How do you solve #4tanx + sin2x = 0#?

2 Answers
May 4, 2015

Any integer multiple of #\pi#, [ ex) # x=0,\pi,-pi,2pi,-2pi, ... ]# will solve the equation.

Use that #tanx=sinx/cosx# and that #(sin2x=2sinx cosx)#

Making these substitutions,

#4tanx+sin2x=4sinx/cosx+2sinxcosx=#

#=sinx(4/cosx+2cosx)#

One way this expression can equal zero is if #sin x=0#. #sin x# will be zero whenever #x# is an integer multiple of #pi#.

Are there any other solutions?

The expression will also be zero when #4/cosx+2cosx=0#.

The preceding equation can be rearranged into the form,

#(cosx)^2=-2#

Because the square of a real number cannot be negative there are no solutions to this equation.

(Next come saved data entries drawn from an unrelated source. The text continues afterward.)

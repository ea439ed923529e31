"""Replay speed as a user sees it: whole processes, against parsing and a river loop on the same file.

A seeded feed of the demo scenario (``service.replay.scenario.write_ndjson``, 400,000 events by
default, no malformed lines) is written as NDJSON and the same events as Parquet. Then, in rounds
(each round runs every measurement once, so a slow spell of the shared machine hits all of them
alike), each as its own ``python`` process timed from start to exit:

* ``replay``: ``trimtab replay FEED -c guarded.toml --out DIR`` (with its report);
* ``replay_no_report``: the same with ``--no-report``;
* ``replay_monitor_off``: ``--no-report`` with the same config but ``[monitor] enabled = false``;
* ``replay_parquet``: ``--no-report`` over the Parquet file;
* ``parse``: a loop that only ``orjson.loads`` each line (the floor of any NDJSON replay);
* ``river``: the same loop with river's ``LinearRegression`` (``predict_one`` then ``learn_one`` per
  event; numeric features as they are, categoricals one-hot);
* ``first_event``: ``trimtab replay`` of a one-event feed with ``--no-report`` (an upper bound on
  the time from start to the first learned event, compiled kernels cached: the kernels are built
  ahead of time, ``python -m service.kernels build``, before the rounds, as is trimtab's bytecode,
  ``python -m compileall``, and the config's entry in the cache of validated configs by the first run);
* ``first_learned``: seconds from spawning ``trimtab replay`` of the whole NDJSON feed (``--no-report``)
  to the end of its first ``Engine.apply``, i.e. its first chunk learned (a wrapper patches that one
  method in the child and prints the time); the issue's own measure, ``first_event`` bounds it;
* ``draw``: in this process, drawing one run's report page (its SVG figures and the HTML) from the
  feed's trace and from the same trace ten times over (``report_draw_seconds_per_run`` and
  ``..._10x_feed``: the page's drawing time should not grow with the feed; goal <= 0.5 s).

The medians over the rounds are reported (and each ratio's median over the rounds, ``per_round``), with each process's CPU time (user + system, its
children included) beside the wall time: on a shared machine the wall time also counts the waits
for a core. Ratios: ``replay_vs_river`` = river / replay (goal >= 3),
``replay_vs_parse`` = parse / replay without report (goal >= 0.7), ``monitor_on_vs_off`` = replay
without report, monitor on / off (goal <= 1.10), ``parquet_events_per_s`` (goal >= 1,000,000),
``first_event_seconds`` (whole process; goal <= 0.3 for the first event learned, which
``first_learned_seconds`` measures), ``mixed_vs_clean`` = replay without report of the clean feed over
the same feed with the categorical ``van`` a number for odd vans (``replay_mixed``; goal >= 0.5).
Beside them, not a goal: ``ndjson_events_per_s_in_run`` and ``parquet_events_per_s_in_run``, the
runs' own rate from their ``summary.json`` (start-up and output writing excluded). The last line is one JSON object.

Usage: ``python3 benchmarks/replay.py [--events N] [--rounds K] [--only NAME ...]``.
"""

from __future__ import annotations

import argparse
import json
import os
import resource
import statistics
import subprocess
import sys
import tempfile
import time
from pathlib import Path

ROOT = Path(__file__).resolve().parents[1]
sys.path.insert(0, str(ROOT))
CONFIG = ROOT / "replay_data" / "configs" / "guarded.toml"

PARSE = """
import sys, orjson
with open(sys.argv[1], "rb") as f:
    for line in f:
        orjson.loads(line)
"""

RIVER = """
import sys, orjson
from river import linear_model
model = linear_model.LinearRegression()
with open(sys.argv[1], "rb") as f:
    for line in f:
        e = orjson.loads(line)
        x = {k: v for k, v in e["features"].items() if not isinstance(v, str)}
        x.update({f"{k}={v}": 1.0 for k, v in e["features"].items() if isinstance(v, str)})
        model.predict_one(x)
        model.learn_one(x, e["target"])
"""


FIRST_LEARNED = """
import sys, time
from service import engine

apply = engine.Engine.apply


def first(self, batch):
    out = apply(self, batch)
    if engine.Engine.apply is first:
        engine.Engine.apply = apply
        print(f"FIRST_LEARNED {time.time()!r}", file=sys.stderr, flush=True)
    return out


engine.Engine.apply = first
from service.cli import main

sys.exit(main(sys.argv[1:]))
"""


def first_learned(cmd: list[str]) -> tuple[float, float]:
    """Seconds from spawning ``trimtab replay`` (``cmd``'s arguments after ``service.cli``) to the end
    of its first ``Engine.apply`` (the first chunk learned; the wrapper patches only that method, in
    the child), and the process's CPU seconds."""
    env = dict(os.environ, PYTHONPATH=os.pathsep.join(filter(None, [str(ROOT), os.environ.get("PYTHONPATH")])))
    before = resource.getrusage(resource.RUSAGE_CHILDREN)
    start = time.time()
    proc = subprocess.run([sys.executable, "-c", FIRST_LEARNED, *cmd[cmd.index("service.cli") + 1:]], env=env,
                          capture_output=True, text=True)
    after = resource.getrusage(resource.RUSAGE_CHILDREN)
    stamp = [line for line in proc.stderr.splitlines() if line.startswith("FIRST_LEARNED ")]
    if proc.returncode != 0 or not stamp:
        raise SystemExit(f"first_learned failed:\n{proc.stderr[-3000:]}")
    return (float(stamp[0].split()[1]) - start,
            (after.ru_utime - before.ru_utime) + (after.ru_stime - before.ru_stime))


def write_mixed(nd: Path, folder: Path) -> Path:
    """The same events with the categorical ``van`` a JSON number for odd vans and a string for the
    others (a column that mixes types, which Arrow's reader refuses as one column)."""
    import orjson

    mixed = folder / "mixed.ndjson"
    with open(nd, "rb") as src, open(mixed, "wb") as dst:
        for line in src:
            e = orjson.loads(line)
            van = e["features"].get("van")
            if isinstance(van, str) and van[1:].isdigit() and int(van[1:]) % 2:
                e["features"]["van"] = int(van[1:])
            dst.write(orjson.dumps(e) + b"\n")
    return mixed


def write_feeds(folder: Path, n: int) -> tuple[Path, Path, Path]:
    """The NDJSON feed, the same events as Parquet, and a one-event feed."""
    import pyarrow as pa
    import pyarrow.parquet as pq

    from service.replay.scenario import generate, write_ndjson

    nd = folder / "feed.ndjson"
    write_ndjson(nd, n, seed=7, malformed_share=0.0, gzip=False)
    cols: dict[str, list] = {"id": [], "ts": [], "target": []}
    for e in generate(n, seed=7):
        cols["id"].append(e["id"])
        cols["ts"].append(e["ts"])
        cols["target"].append(e["target"])
        for k, v in e["features"].items():
            cols.setdefault(k, []).append(v)
    table = pa.table({k: pa.array(v, pa.string() if isinstance(v[0], str) else pa.float64())
                      for k, v in cols.items()})
    pq.write_table(table, folder / "feed.parquet")
    one = folder / "one.ndjson"
    with open(nd, "rb") as f:
        one.write_bytes(f.readline())
    return nd, folder / "feed.parquet", one


def timed(cmd: list[str]) -> tuple[float, float]:
    """Wall-clock seconds of one process from start to exit, and the CPU seconds (user + system) that it
    and its children used: on a shared machine the CPU time says what the wall time would be alone."""
    env = dict(os.environ, PYTHONPATH=os.pathsep.join(filter(None, [str(ROOT), os.environ.get("PYTHONPATH")])))
    before = resource.getrusage(resource.RUSAGE_CHILDREN)
    start = time.perf_counter()
    proc = subprocess.run(cmd, env=env, capture_output=True, text=True)
    took = time.perf_counter() - start
    after = resource.getrusage(resource.RUSAGE_CHILDREN)
    if proc.returncode != 0:
        raise SystemExit(f"{' '.join(cmd)} failed:\n{proc.stderr[-3000:]}")
    return took, (after.ru_utime - before.ru_utime) + (after.ru_stime - before.ru_stime)


def commands(folder: Path, nd: Path, parquet: Path, one: Path) -> dict[str, list[str]]:
    off = folder / "monitor-off.toml"
    off.write_text(CONFIG.read_text().replace("[monitor]\n", "[monitor]\nenabled = false\n"))
    replay = [sys.executable, "-m", "service.cli", "replay"]
    quiet = ["--no-progress"]
    return {
        "replay": replay + [str(nd), "-c", str(CONFIG), "--out", str(folder / "r1")] + quiet,
        "replay_no_report": replay + [str(nd), "-c", str(CONFIG), "--out", str(folder / "r2"), "--no-report"] + quiet,
        "replay_monitor_off": replay + [str(nd), "-c", str(off), "--out", str(folder / "r3"), "--no-report"] + quiet,
        "replay_parquet": replay + [str(parquet), "-c", str(CONFIG), "--out", str(folder / "r4"), "--no-report"] + quiet,
        "parse": [sys.executable, "-c", PARSE, str(nd)],
        "river": [sys.executable, "-c", RIVER, str(nd)],
        "replay_mixed": replay + [str(write_mixed(nd, folder)), "-c", str(CONFIG), "--out", str(folder / "r6"),
                         "--no-report"] + quiet,
        "first_event": replay + [str(one), "-c", str(CONFIG), "--out", str(folder / "r5"), "--no-report"] + quiet,
        "first_learned": replay + [str(nd), "-c", str(CONFIG), "--out", str(folder / "r7"), "--no-report"] + quiet,
    }


def drawing(nd: Path, folder: Path, repeat: int) -> dict:
    """Seconds to draw one run's report page in this process, for the feed's own trace and for the same
    trace ten times over (a feed ten times longer), median of ``repeat``: the envelope should make the
    two equal."""
    from service.config import load_config
    from service.replay.report import write_report
    from service.replay.runner import run_replay

    res = run_replay([nd], load_config(CONFIG))
    trace = res["trace"]
    span = trace["event"][-1] + 1
    long = {k: (v * 10 if k != "event" else [e + r * span for r in range(10) for e in v]) for k, v in trace.items()}
    summary = {"feed": str(nd), "feeds": [str(nd)], "runs": [res["summary"]]}
    out = {"checks": len(trace["event"])}
    for name, tr in (("report_draw_seconds_per_run", trace), ("report_draw_seconds_per_run_10x_feed", long)):
        times, cpu = [], []
        for _ in range(repeat):
            start, used = time.perf_counter(), time.process_time()
            write_report(folder, summary, [dict(res, trace=tr)])
            times.append(time.perf_counter() - start)
            cpu.append(time.process_time() - used)
        out[name] = round(statistics.median(times), 3)
        out[name.replace("seconds", "cpu_seconds")] = round(statistics.median(cpu), 3)
    return out


def main() -> int:
    p = argparse.ArgumentParser(description=__doc__.split("\n")[0])
    p.add_argument("--events", type=int, default=400_000)
    p.add_argument("--rounds", type=int, default=5)
    p.add_argument("--only", nargs="*", default=None, help="measure only these (names as in the docstring)")
    a = p.parse_args()
    with tempfile.TemporaryDirectory() as tmp:
        folder = Path(tmp)
        nd, parquet, one = write_feeds(folder, a.events)
        cmds = commands(folder, nd, parquet, one)
        if a.only:
            cmds = {k: v for k, v in cmds.items() if k in a.only}
        # trimtab's bytecode, as an installed package has it (pip compiles at install): with
        # PYTHONDONTWRITEBYTECODE set, every process would otherwise compile the sources (0.1 s of a start)
        subprocess.run([sys.executable, "-m", "compileall", "-q", str(ROOT / "service"), str(ROOT / "models")],
                       capture_output=True, check=True)
        timed(cmds.get("first_event") or next(iter(cmds.values())))  # load (or compile) the kernels once
        if (ROOT / "service" / "kernels.py").exists():  # and build them ahead of time (else built in the background)
            timed([sys.executable, "-m", "service.kernels", "build"])
        times: dict[str, list[float]] = {k: [] for k in cmds}
        cpu: dict[str, list[float]] = {k: [] for k in cmds}
        for r in range(a.rounds):
            # every other round runs in reverse order, so that no measurement always follows another
            for name, cmd in (list(cmds.items()) if r % 2 == 0 else list(cmds.items())[::-1]):
                wall, used = first_learned(cmd) if name == "first_learned" else timed(cmd)
                times[name].append(wall)
                cpu[name].append(used)
            print(f"round {r + 1}: " + ", ".join(f"{k} {v[-1]:.2f}" for k, v in times.items()), file=sys.stderr)
        drawn = drawing(nd, folder, a.rounds) if not a.only or "draw" in a.only else {}
        digests, in_run = {}, {}
        for name, out in (("ndjson", "r2"), ("parquet", "r4")):
            path = folder / out / "summary.json"
            if path.exists():
                run = json.loads(path.read_text())["runs"][0]
                digests[name] = run["state_digest"]
                in_run[name] = run["events_per_second"]
    med = {k: statistics.median(v) for k, v in times.items()}
    n = a.events
    out: dict = {"events": n, "rounds": a.rounds, "seconds_median": {k: round(v, 3) for k, v in med.items()},
                 "seconds_range": {k: [round(min(v), 3), round(max(v), 3)] for k, v in times.items()},
                 "cpu_seconds_median": {k: round(statistics.median(v), 3) for k, v in cpu.items()},
                 "load_average": round(os.getloadavg()[0], 2)}

    def ratio(name, top, bottom):
        if top in med and bottom in med:
            out[name] = round(med[top] / med[bottom], 3)
            # the same ratio within each round (the two measured minutes apart, not a whole run
            # apart), then the median: steadier when the machine's load drifts
            out["per_round"][name] = round(statistics.median(t / b for t, b in zip(times[top], times[bottom])), 3)

    out["per_round"] = {}

    ratio("replay_vs_river", "river", "replay")
    ratio("replay_no_report_vs_river", "river", "replay_no_report")
    ratio("replay_vs_parse", "parse", "replay_no_report")
    ratio("replay_with_report_vs_parse", "parse", "replay")
    ratio("monitor_on_vs_off", "replay_no_report", "replay_monitor_off")
    ratio("mixed_vs_clean", "replay_no_report", "replay_mixed")
    if "replay_parquet" in med:
        out["parquet_events_per_s"] = round(n / med["replay_parquet"])
    # the same runs by their own clock (from the start of the run to its last event: interpreter
    # start-up, imports and writing the outputs excluded), from the last round's summary.json; the
    # goals above stay whole-process
    for name in ("ndjson", "parquet"):
        if in_run.get(name):
            out[f"{name}_events_per_s_in_run"] = round(in_run[name])
    if "first_event" in med:
        out["first_event_seconds"] = round(med["first_event"], 3)
    if "first_learned" in med:
        out["first_learned_seconds"] = round(med["first_learned"], 3)
    if "replay" in med and "replay_no_report" in med:
        out["report_seconds"] = round(med["replay"] - med["replay_no_report"], 3)
    out.update(drawn)
    if len(digests) == 2:
        out["digests_equal"] = digests["ndjson"] == digests["parquet"]
    for k, v in out.items():
        print(f"{k:28s} {v}", file=sys.stderr)
    print(json.dumps(out))
    return 0


if __name__ == "__main__":
    raise SystemExit(main())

Therefore, integer multiples of #pi# are the only solutions.

May 5, 2015

There is another way that gives same answer.
Call tan x = t . Use trig identity: # sin 2x = (2t)/(1 + t^2)#

#f(x) = 4t + (2t)/(1 + t^2) = [(2t).(3 + 2t^2)]/(1 + t^2)# = 0
The 2 quantities with t^2 are always positive.
f(x) = 0 when t = tan x = 0 -> x = 0 or #x = K.Pi#